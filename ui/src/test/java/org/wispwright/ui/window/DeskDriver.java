package org.wispwright.ui.window;

import java.awt.AWTEvent;
import java.awt.AWTException;
import java.awt.Component;
import java.awt.Container;
import java.awt.Dimension;
import java.awt.Point;
import java.awt.Rectangle;
import java.awt.Robot;
import java.awt.Toolkit;
import java.awt.Window;
import java.awt.event.AWTEventListener;
import java.awt.event.InputEvent;
import java.awt.event.KeyEvent;
import java.awt.event.MouseEvent;
import java.awt.event.MouseWheelEvent;
import java.awt.image.BufferedImage;
import java.io.IOException;
import java.io.UncheckedIOException;
import java.nio.file.Files;
import java.nio.file.Path;
import java.util.ArrayList;
import java.util.HashMap;
import java.util.List;
import java.util.Map;
import java.util.concurrent.Callable;
import java.util.concurrent.FutureTask;
import java.util.function.Predicate;
import javax.imageio.ImageIO;
import javax.swing.JMenuItem;
import javax.swing.KeyStroke;
import javax.swing.SwingUtilities;
import org.wispwright.ui.desk.Desk;
import org.wispwright.ui.desk.DeskState;
import org.wispwright.ui.desk.Memory;
import org.wispwright.ui.desk.Workers;
import org.wispwright.ui.window.easel.EaselProbe;

/**
 * Works the desk as a person does: finds components by their names, moves the pointer, clicks, drags and types with real events on the
 * toolkit's screen, and waits for what comes of it. One at a time; close it.
 */
public final class DeskDriver implements AutoCloseable {
    private static final long MOST_SECONDS = 120;

    private static final long MOST_SECONDS_TO_ARRIVE = 5;

    private final Robot robot;
    private final Map<Integer, Integer> seen = new HashMap<>();
    private final AWTEventListener counting = this::see;
    private final Desk desk;
    private final DeskWindow window;

    /** Opens an empty desk in a window of a size. */
    public DeskDriver(Dimension size) {
        this(size, true, 1);
    }

    /** Opens an empty desk that remembers nothing. @param dark the theme @param textScale 1 is usual */
    public DeskDriver(Dimension size, boolean dark, double textScale) {
        this(size, new Memory(forgotten()), dark, textScale);
    }

    /** Opens an empty desk. @param memory what it remembers @param dark the theme @param textScale 1 is usual */
    public DeskDriver(Dimension size, Memory memory, boolean dark, double textScale) {
        try {
            robot = new Robot();
        } catch (AWTException none) {
            throw new IllegalStateException(none);
        }
        robot.setAutoDelay(2);
        Toolkit.getDefaultToolkit().addAWTEventListener(counting, AWTEvent.KEY_EVENT_MASK | AWTEvent.MOUSE_EVENT_MASK);
        Object[] made = onSwing(() -> {
            Palette.use(dark, textScale);
            Desk d = new Desk(new Workers(SwingUtilities::invokeLater));
            DeskWindow w = new DeskWindow(d, memory);
            w.frame().setSize(size);
            w.frame().setLocation(0, 0);
            w.frame().setVisible(true);
            return new Object[] {d, w};
        });
        desk = (Desk) made[0];
        window = (DeskWindow) made[1];
        robot.waitForIdle();
    }

    /** A file that nothing is remembered in; gone after the test run. */
    private static Path forgotten() {
        try {
            Path folder = Files.createTempDirectory("desk");
            folder.toFile().deleteOnExit();
            Path file = folder.resolve("desk.properties");
            file.toFile().deleteOnExit();
            return file;
        } catch (IOException refused) {
            throw new UncheckedIOException(refused);
        }
    }

    /** Counts the robot's events as they are seen to: the toolkit's robot returns before they are. */
    private void arrive(int event, Runnable act) {
        int before = seen(event);
        act.run();
        long end = System.nanoTime() + MOST_SECONDS_TO_ARRIVE * 1_000_000_000L;
        while (seen(event) == before && System.nanoTime() < end) {
            robot.delay(2);
        }
        onSwing(() -> null);
        robot.waitForIdle();
    }

    private int seen(int event) {
        synchronized (seen) {
            return seen.getOrDefault(event, 0);
        }
    }

    private void see(AWTEvent event) {
        synchronized (seen) {
            seen.merge(event.getID(), 1, Integer::sum);
        }
    }

    /** Opens a shot and waits until it lies on the desk. */
    public DeskDriver open(Path folder) {
        doOnSwing(() -> desk.open(folder));
        await("the shot is open", s -> s.shot().isPresent());
        return this;
    }

    /** The window. */
    public DeskWindow window() {
        return window;
    }

    /** The desk; its methods belong to Swing's thread. */
    public Desk desk() {
        return desk;
    }

    /** The state of this moment. */
    public DeskState state() {
        return onSwing(desk::state);
    }

    /** Waits until the state is as it should be. */
    public void await(String what, Predicate<DeskState> wished) {
        awaitTrue(what, () -> wished.test(desk.state()));
    }

    /** Waits until something holds, asked on Swing's thread. @throws AssertionError if it does not come */
    public void awaitTrue(String what, Callable<Boolean> wished) {
        long end = System.nanoTime() + MOST_SECONDS * 1_000_000_000L;
        while (!onSwing(wished)) {
            if (System.nanoTime() > end) {
                throw new AssertionError("waited " + MOST_SECONDS + " s and it is still not so: " + what + "; message: "
                        + state().message());
            }
            robot.delay(10);
        }
        robot.waitForIdle();
    }

    /** The showing component of that name, in any window. @throws AssertionError if there is none */
    public <T extends Component> T find(String name, Class<T> kind) {
        return onSwing(() -> {
            List<Component> all = new ArrayList<>();
            for (Window w : Window.getWindows()) {
                if (w.isShowing()) {
                    collect(w, all);
                }
            }
            return all.stream().filter(c -> name.equals(c.getName()) && kind.isInstance(c) && c.isShowing()).map(kind::cast).findFirst()
                    .orElseThrow(() -> new AssertionError("no showing component named '" + name + "'"));
        });
    }

    /** Every component of the window, shown or not. */
    public List<Component> everything() {
        return onSwing(() -> {
            List<Component> all = new ArrayList<>();
            collect(window.frame(), all);
            return all;
        });
    }

    private static void collect(Component c, List<Component> all) {
        all.add(c);
        if (c instanceof Container container) {
            for (Component child : container.getComponents()) {
                collect(child, all);
            }
        }
    }

    /** Clicks the middle of a component. */
    public void click(String name) {
        Component c = find(name, Component.class);
        clickAt(onScreen(c, 0.5, 0.5));
    }

    /** Clicks at a place on the screen. */
    public void clickAt(Point p) {
        robot.mouseMove(p.x, p.y);
        arrive(MouseEvent.MOUSE_PRESSED, () -> robot.mousePress(InputEvent.BUTTON1_DOWN_MASK));
        arrive(MouseEvent.MOUSE_RELEASED, () -> robot.mouseRelease(InputEvent.BUTTON1_DOWN_MASK));
    }

    /** Moves the pointer there. */
    public void moveTo(Point p) {
        robot.mouseMove(p.x, p.y);
        robot.waitForIdle();
    }

    /** Turns the wheel over a component. The toolkit's robot has no wheel, so the event is posted. @param notches below 0 away from the hand */
    public void wheel(Component c, double x, double y, int notches) {
        Point corner = onScreen(c, 0, 0);
        Point p = onScreen(c, x, y);
        moveTo(p);
        Toolkit.getDefaultToolkit().getSystemEventQueue().postEvent(new MouseWheelEvent(c, MouseEvent.MOUSE_WHEEL,
                System.currentTimeMillis(), 0, p.x - corner.x, p.y - corner.y, 0, false, MouseWheelEvent.WHEEL_UNIT_SCROLL, 1, notches));
        robot.waitForIdle();
    }

    /** Drags over places on the screen with the left button. */
    public void drag(List<Point> places) {
        robot.mouseMove(places.get(0).x, places.get(0).y);
        arrive(MouseEvent.MOUSE_PRESSED, () -> robot.mousePress(InputEvent.BUTTON1_DOWN_MASK));
        for (Point p : places.subList(1, places.size())) {
            robot.mouseMove(p.x, p.y);
            robot.waitForIdle();
        }
        arrive(MouseEvent.MOUSE_RELEASED, () -> robot.mouseRelease(InputEvent.BUTTON1_DOWN_MASK));
    }

    /** Lets the person look for a while. */
    public void pause(int millis) {
        robot.delay(millis);
        robot.waitForIdle();
    }

    /** Where a place of the picture lies on the screen. */
    public Point placeOnEasel(org.wispwright.warp.matte.Point place) {
        return EaselProbe.onScreen(find("easel-picture", Component.class), place);
    }

    /** True if the hand's own picture is on the easel. Swing's thread. */
    public boolean hasLivePicture() {
        return EaselProbe.hasLive(find("easel-picture", Component.class));
    }

    /** A place in a component on the screen. @param x share of its width @param y share of its height */
    public Point onScreen(Component c, double x, double y) {
        return onSwing(() -> {
            Point corner = c.getLocationOnScreen();
            return new Point(corner.x + (int) Math.round(x * (c.getWidth() - 1)), corner.y + (int) Math.round(y * (c.getHeight() - 1)));
        });
    }

    /** Presses a key with its modifiers, such as "ctrl Z". */
    public void key(String stroke) {
        KeyStroke key = KeyStroke.getKeyStroke(stroke);
        int[] modifiers = {InputEvent.CTRL_DOWN_MASK, InputEvent.SHIFT_DOWN_MASK, InputEvent.ALT_DOWN_MASK};
        int[] codes = {KeyEvent.VK_CONTROL, KeyEvent.VK_SHIFT, KeyEvent.VK_ALT};
        for (int n = 0; n < codes.length; n++) {
            if ((key.getModifiers() & modifiers[n]) != 0) {
                robot.keyPress(codes[n]);
            }
        }
        arrive(KeyEvent.KEY_PRESSED, () -> robot.keyPress(key.getKeyCode()));
        arrive(KeyEvent.KEY_RELEASED, () -> robot.keyRelease(key.getKeyCode()));
        for (int n = codes.length - 1; n >= 0; n--) {
            if ((key.getModifiers() & modifiers[n]) != 0) {
                robot.keyRelease(codes[n]);
            }
        }
        robot.waitForIdle();
    }

    /** Types plain letters, digits and spaces where the focus is. */
    public void type(String text) {
        for (char c : text.toCharArray()) {
            boolean upper = Character.isUpperCase(c);
            if (upper) {
                robot.keyPress(KeyEvent.VK_SHIFT);
            }
            int code = KeyEvent.getExtendedKeyCodeForChar(c);
            arrive(KeyEvent.KEY_PRESSED, () -> robot.keyPress(code));
            arrive(KeyEvent.KEY_RELEASED, () -> robot.keyRelease(code));
            if (upper) {
                robot.keyRelease(KeyEvent.VK_SHIFT);
            }
        }
        robot.waitForIdle();
    }

    /** Does an action by its menu item, without opening the menu. @throws AssertionError if it is not enabled */
    public void act(String id) {
        doOnSwing(() -> {
            JMenuItem item = new JMenuItem(window.actions().get(id));
            if (!item.isEnabled()) {
                throw new AssertionError("the action '" + id + "' is not enabled");
            }
            item.doClick(0);
        });
        robot.waitForIdle();
    }

    /** What the window looks like now. */
    public BufferedImage screenshot() {
        robot.waitForIdle();
        Rectangle bounds = onSwing(() -> window.frame().getBounds());
        return robot.createScreenCapture(bounds);
    }

    /** What a component paints now. */
    public BufferedImage screenshotOf(Component c) {
        return onSwing(() -> {
            BufferedImage image = new BufferedImage(c.getWidth(), c.getHeight(), BufferedImage.TYPE_INT_RGB);
            c.paint(image.createGraphics());
            return image;
        });
    }

    /** Writes what the window looks like into {@code target/screens}, for people. */
    public void keepScreenshot(String name) {
        try {
            Path folder = Files.createDirectories(Path.of("target", "screens"));
            ImageIO.write(screenshot(), "png", folder.resolve(name + ".png").toFile());
        } catch (IOException refused) {
            throw new UncheckedIOException(refused);
        }
    }

    /** Runs on Swing's thread and waits for it. */
    public void doOnSwing(Runnable task) {
        onSwing(() -> {
            task.run();
            return null;
        });
    }

    /** Asks on Swing's thread and waits for the answer. */
    public static <T> T onSwing(Callable<T> task) {
        FutureTask<T> future = new FutureTask<>(task);
        if (SwingUtilities.isEventDispatchThread()) {
            future.run();
        } else {
            SwingUtilities.invokeLater(future);
        }
        try {
            return future.get();
        } catch (InterruptedException stop) {
            throw new IllegalStateException(stop);
        } catch (java.util.concurrent.ExecutionException thrown) {
            if (thrown.getCause() instanceof RuntimeException ours) {
                throw ours;
            }
            if (thrown.getCause() instanceof Error error) {
                throw error;
            }
            throw new IllegalStateException(thrown.getCause());
        }
    }

    /** Closes the window and everything that it opened. */
    @Override
    public void close() {
        Toolkit.getDefaultToolkit().removeAWTEventListener(counting);
        doOnSwing(window::end);
        doOnSwing(() -> {
            for (Window w : Window.getWindows()) {
                w.dispose();
            }
        });
    }
}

++++++++

--- Exercise instructions ---
Up to and including the line with "import javax.swing.JMenuItem;", repeat the data exactly, starting from its first line; nothing else belongs in the response.

--- Solution below ---
filename ui/src/test/java/org/wispwright/ui/window/DeskDriver.java
package org.wispwright.ui.window;

import java.awt.AWTEvent;
import java.awt.AWTException;
import java.awt.Component;
import java.awt.Container;
import java.awt.Dimension;
import java.awt.Point;
import java.awt.Rectangle;
import java.awt.Robot;
import java.awt.Toolkit;
import java.awt.Window;
import java.awt.event.AWTEventListener;
import java.awt.event.InputEvent;
import java.awt.event.KeyEvent;
import java.awt.event.MouseEvent;
import java.awt.event.MouseWheelEvent;
import java.awt.image.BufferedImage;
import java.io.IOException;
import java.io.UncheckedIOException;
import java.nio.file.Files;
import java.nio.file.Path;
import java.util.ArrayList;
import java.util.HashMap;
import java.util.List;
import java.util.Map;
import java.util.concurrent.Callable;
import java.util.concurrent.FutureTask;
import java.util.function.Predicate;
import javax.imageio.ImageIO;
import javax.swing.JMenuItem;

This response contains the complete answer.